The quantitative measure of the speckle field at the output of a multimode fiber is characterized by the speckle contrast, which is defined as the ratio of the standard deviation of the intensity fluctuation to the mean intensity [28]. The speckle contrast (SC) can be represented as follows:

$$SC=\frac{{\sigma }_{\mathrm{I}}}{\langle I\left(r,\varphi ,z\right)\rangle }=\frac{\sqrt{\langle I{\left(r,\varphi ,z\right)}^2\rangle -\langle I{\left(r,\varphi ,z\right)\rangle }^2}}{\langle I\left(r,\varphi ,z\right)\rangle }$$

(21)

The square of the average intensity in Equation (17) can be written as:

$$\langle I{\left(r,\varphi ,z\right)\rangle }^2={\displaystyle \sum }_p{\displaystyle \sum }_q{\left|{\alpha }_p\right|}^2{\left|{\alpha }_q\right|}^2{\left|E_p\left(r,\varphi \right)\right|}^2{\left|E_q\left(r,\varphi \right)\right|}^2$$

(22)

The numerator term of Equation (21) by using the Equations (20) and (22) can be expressed as follows:

$$\begin{array}{cc}\hfill {\sigma }_{\mathrm{I}}& =\sqrt{\langle I{\left(r,\varphi ,z\right)}^2\rangle -\langle I{\left(r,\varphi ,z\right)\rangle }^2}\hfill \\ \hfill & ={{\displaystyle \sum }}^{}{\displaystyle \sum _{p\ne q}}{\left|{\alpha }_p\right|}^2{\left|{\alpha }_q\right|}^2{\left|E_p\left(r,\varphi \right)\right|}^2{\left|E_q\left(r,\varphi \right)\right|}^2{\left|\gamma \left({\tau }_p-{\tau }_q\right)\right|}^2\hfill \end{array}$$

(23)

By substituting Equations (17) and (23) in Equation (21), the expression of the speckle contrast at the output of a multimode fiber can be obtained:

$$SC=\frac{\sqrt{{\sum }^{}{\sum }_{p\ne q}{\left|{\alpha }_p\right|}^2{\left|{\alpha }_q\right|}^2{\left|E_p\left(r,\varphi \right)\right|}^2{\left|E_q\left(r,\varphi \right)\right|}^2{\left|\gamma \left({\tau }_p-{\tau }_q\right)\right|}^2}}{{\sum }_p{\left|{\alpha }_p\right|}^2{\left|E_p\left(r,\varphi \right)\right|}^2}$$

(24)

Equation (24) shows that speckle contrast is related to the following quantities: the power excitation coefficient (${\left|{\alpha }_p\right|}^2$ and ${\left|{\alpha }_q\right|}^2$), the modal spatial configuration (E_p (r, ϕ) and E_q (r, ϕ)), the group delay time difference between mode p and mode q (τ_p−τ_q), and the complex degree of temporal coherence of the source field γ(t). The physical meaning of the complex degree of temporal coherence γ(t) in Equation (24) can be described as the temporal coherence properties of an excited laser source. The coherence time t_c of the laser source has been given in Equation (13): $t_c={\int }_0^{+\infty }{\left|\gamma \left(t\right)\right|}^{2}dt$.

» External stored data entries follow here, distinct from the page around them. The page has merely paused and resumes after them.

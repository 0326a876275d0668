import exceljs from 'exceljs';
import { evaluate } from '#rules/engine/evaluate';
import { readWorkbook } from '#rules/reading/interpret';
import { templateMapping } from '#rules/reading/template-mapping';
import type { ResolvedEdition } from '#rules/rule-sets/resolve';
import { createWorkbookPool } from '#server/workbook/pool';
import { inTurn, told } from './measure';

const context = { submittedOn: '2026-03-09', lettingOn: '2026-01-14', facts: {} };

/** Guard, decoding in a warm worker, reading and check, against exceljs opening the same bytes. */
export async function benchUploadToFindings(bytes: Buffer, edition: ResolvedEdition): Promise<string> {
  const pool = createWorkbookPool({ threads: 1 });
  const mapping = templateMapping(edition);
  try {
    const { first, second, ratio } = await inTurn(
      20,
      async () => {
        const decoded = await pool.decode({ bytes, fileName: 'bench.xlsx' });
        if (!decoded.ok) throw new Error(decoded.problem.detail);
        const { record } = readWorkbook({ grid: decoded.grid, mapping, edition, answers: [] });
        return evaluate(record, edition, context);
      },
      async () => new exceljs.Workbook().xlsx.load(new Uint8Array(bytes).buffer),
    );
    return `${(bytes.length / 1024).toFixed(0)} kB workbook, bytes to findings, warm, without database: ${told(first)}; exceljs alone: ${told(second)}; ratio ${ratio.toFixed(1)}, target at most 3`;
  } finally {
    await pool.close();
  }
}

For a Gaussian-shaped laser source, the complex degree of temporal coherence can be written as follows:

$$\gamma \left(t\right)=exp\left(-\frac{\pi t^2}{2t_c^2}\right)exp\left(-i{\omega }_{0}t\right)$$

(25)

Using Equation (25), the complex degree term of the temporal coherence in Equation (24) can be expressed as ${\left|\gamma \left({\tau }_p-{\tau }_q\right)\right|}^2=exp\left[-\frac{\pi {\left({\tau }_p-{\tau }_q\right)}^2}{t_c^2}\right]$. If the group delay time difference (τ_p − τ_q) is greater than the coherence time t_c, then ${\left|\gamma \left({\tau }_p-{\tau }_q\right)\right|}^2\approx 0$. Therefore, we can choose an appropriate fiber length L to ensure that the group delay difference between any two modes is greater than the coherence time, that the inter-mode interference does not exist, and that the speckle pattern does not appear.

3. Simulation Results and Discussion

3.1. Various Modal Power Distribution by Varying the Tilt Angle of the Gaussian Beam

To evaluate the modal power distribution under different excitation conditions, we altered the tilt angle θ of the Gaussian beam to obtain the normalized power excitation coefficient η_mn of each LP_mn mode using Equations (1)–(7).

In the simulation, we first use the MATLAB software (7.9.0 (R2009b), MathWorks, Natick, MA 01760-2098, USA) to numerically solve the eigenvalue equation of Equation (7), and the normalized transverse propagation constants U and W of each modal field of linear polarization (LP_mn) can be calculated. Then, the U and W values of each modal field are substituted into Equation (5); we can obtain the expression of each LP_mn modal field. Finally, the expressions of the LP_mn modal field and the incident field of the Gaussian beam (see Equation (1)) are simultaneously substituted into Equation (4) to solve the power excitation coefficient of the LP_mn mode.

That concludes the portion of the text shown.